Nature made the brains of children and adolescents excitable. Their brain chemistry is tuned to be responsive to everything in their environment. After all, that’s what makes kids learn so easily.

This means that in certain high-pressure situations or scenarios that cause a person to feel as if their life might be in danger, teenagers are predisposed to going into a panic where an adult might be able to rationalize that the sooner they cooperate, the sooner it’ll be over. But some of the correctional officers are simply not trained to handle juvenile prisoners.

Amy Fettig, senior counsel for the American Civil Liberties Union’s National Prison Project, said, “The adult system is not designed in any way, shape or form to treat children, to rehabilitate children, or to recognize that children are different than adults.”

In several of the videos attached in the Huffington Post piece, you can see the correctional officers’ handling of the teenage inmates is largely derived from a formula of force and verbal abuse. In one instance the girl, referred to as Jamie, is being extracted from her cell and as they are forcibly tying her down to her mattress in what is called a “five point restraint” she is complaining that she can’t breathe and is coughing violently. In the midst of her panic due to the trauma of the officers and the physical trauma of the leftover chemical gas in the air, her spit from coughing hits an officer. She is later given a code of misconduct for spitting in the officer’s face.

2. Blacks and Latinos are disproportionately affected by the juvenile prison system.

According to the NAACP, “five times as many whites are using drugs as African Americans, yet African Americans are sent to prison for drug offenses at 10 times the rate of whites.” Black and latino kids receive more severe sentences for similar crimes committed by whites, and thus make up a large portion of the juvenile prison population.

Following Kalief Browder’s death, Kentucky Senator Rand Paul observed that “white kids don’t get the same justice” —and when it comes to sentencing practices, this is empirically true. One national study found that in a single year, almost 10 times more black kids were committed to adult facilities than white kids. Of 257 children prosecuted as adults in Chicago between 2010 and 2012, only one was white.


The rise in children being tried as adults and those being admitted to adult correctional facilities is alarming due to the lack of care afforded to them upon arriving there. Prison staff and officials often assume these kids have already ascertained a strong sense of self-sustainability that many do not experience or develop until their mid-twenties. As a result, the inability of these children to comply with these standards is commonly viewed as insubordination, misconduct or rebellion and often punished as such with measures like solitary confinement.

Black kids are being served extensive sentences for drug offenses, much more severe than those of whites, and are admitted into prisons with adults serving time for much more violent offenses. Because of this, their safety is often far from guaranteed. Some of the juvenile prisoners report trying to just “stay alive” due to how prone they are to fights, violence and sexual assault.

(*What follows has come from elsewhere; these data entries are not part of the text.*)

def _masks(path: Path, raw: _Raw, n: int, seed: int, notes: list[str]):
    if raw.labels is None:
        if raw.masks:
            raise InputError(f"{path}: key {next(iter(raw.masks))!r} given without labels")
        return (None, None, None)
    labelled = raw.labels >= 0
    if raw.masks:
        for key in MASK_KEYS:
            if key not in raw.masks:
                raise InputError(f"{path}: key {key!r} missing (give all three masks or none)")
        out = []
        for key in MASK_KEYS:
            m = raw.masks[key]
            if m.shape[0] != n:
                raise InputError(f"{path}: key {key!r} has length {m.shape[0]}, "
                                 f"the graph has {n} vertices")
            stray = m & ~labelled
            if stray.any():
                raise InputError(f"{path}: key {key!r}: vertex {int(np.argmax(stray))} "
                                 f"is unlabelled (-1)")
            out.append(m)
        train, val, test = out
    else:
        train, val, test = make_masks(raw.labels, seed)
        notes.append(f"made split masks from --seed {seed}: {int(train.sum())} train, "
                     f"{int(val.sum())} validation, {int(test.sum())} test")
    if not train.any():
        raise InputError(f"{path}: labels given but no training vertex "
                         f"({'train_mask is empty' if raw.masks else 'no vertex is labelled'})")
    return train, val, test


def _load_graph_dir(path: Path, features, labels, input_dim, seed) -> LoadedGraph:
    """GRAPH_DIR read into memory with the in-memory Graph's dtypes: the same Graph, notes
    (the ingest's reader notes, then these options', the made masks', the cleanup's) and
    fingerprints as `load_graph` of the file it was ingested from."""
    from shardtrain.data.graphdir import GRAPH_MANIFEST, is_graph_dir, open_graph_dir

    if not is_graph_dir(path):
        raise InputError(f"{path}: is a directory without {GRAPH_MANIFEST}, not a graph directory "
                         f"(`shardtrain ingest` writes one)")
    gd = open_graph_dir(path)
    n, m = gd.num_vertices, gd.num_edges
    stored = gd.features.nbytes if gd.features is not None else 0
    require_memory(8 * (n + 1) + 16 * m + gd.indices.dtype.itemsize * 2 * m + stored
                   + LOAD_BYTES_PER_VERTEX_DIR * n,
                   f"{path}: {n:,} vertices and {m:,} edges")
    notes = [str(x) for x in gd.manifest.get("notes", [])]
    raw = _Raw(np.zeros(0, np.int64), np.zeros(0, np.int64), num_vertices=n,
               features=None if gd.features is None else np.array(gd.features),
               labels=None if gd.labels is None else np.array(gd.labels),
               masks={k: np.array(a) for k, a in gd.masks.items()})
    feat_where, label_where = f"{path}: features.npy", f"{path}: labels.npy"
    if features is not None:
        if raw.features is not None:
            notes.append(f"--features {features} replaces the features in {path}")
        raw.features = load_features(features)
        feat_where = f"{option('features')} {features}"
    if labels is not None:
        if raw.labels is not None:
            notes.append(f"--labels {labels} replaces the labels in {path}")
        raw.labels, label_where = load_labels(labels), f"{option('labels')} {labels}"
    where = f"{path}: {n} vertices (declared in {GRAPH_MANIFEST})"
    if raw.features is not None and raw.features.shape[0] != n:
        raise InputError(f"{feat_where}: {raw.features.shape[0]} feature rows, but {where}")
    if raw.labels is not None and raw.labels.shape[0] != n:
        raise InputError(f"{label_where}: {raw.labels.shape[0]} labels, but {where}")
    if raw.features is not None and input_dim is not None and raw.features.shape[1] != input_dim:
        raise ParameterError("input_dim", f"does not match the {raw.features.shape[1]} "
                                          f"feature columns of {feat_where}",
                             value=input_dim, sep=" ")
    if input_dim is not None and input_dim < 1:
        raise ParameterError("input_dim", "must be at least 1", value=input_dim)
    masks = _masks(path, raw, n, seed, notes)
    cleanup = gd.cleanup
    if cleanup.self_loops or cleanup.duplicates:
        notes.append(f"dropped {cleanup.self_loops} self-loops (vertices with a loop) and "
                     f"{cleanup.duplicates} duplicate edges (rows repeating a pair, in either "
                     f"direction)")
    graph = Graph(np.array(gd.indptr), gd.indices.astype(np.int64), raw.features, raw.labels,
                  *masks)
    dim = graph.input_dim if graph.input_dim is not None else input_dim
    return LoadedGraph(graph, cleanup, str(path), notes, dim)


# loading a graph directory, per vertex: labels, masks and the split drawing (see
# LOAD_BYTES_PER_LABELLED_VERTEX; counted whether or not there are labels)
LOAD_BYTES_PER_VERTEX_DIR = 64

We, myself included, don’t talk about this enough because most of the time the people with the cameras are the prison staff, officials, or maybe even reporters, but certainly not the inmates. This is significant because much of that troubling footage can be protected by the prison’s guidelines or even the law.

As a result, videos don’t go viral instantaneously, or at all, like they do on the outside. So it’s easy to assume that there’s no story and there’s no truth. This doesn’t even take into account the fact that people just don’t seem to care about these kids because “they’re criminals.” When so many are wrongfully held and wrongfully accused and sent to prison due to negligence and a lack of motivation for seeking out true accounts and the gaps in criminal reports, I’m left to wonder: who will fight for them?

A lot of us don’t know anything about this, and don’t care to know, but let’s educate ourselves, our friends and our kids. We might be our only hope. For more information, click here to read the full Huffington Post article on life as a kid in prison.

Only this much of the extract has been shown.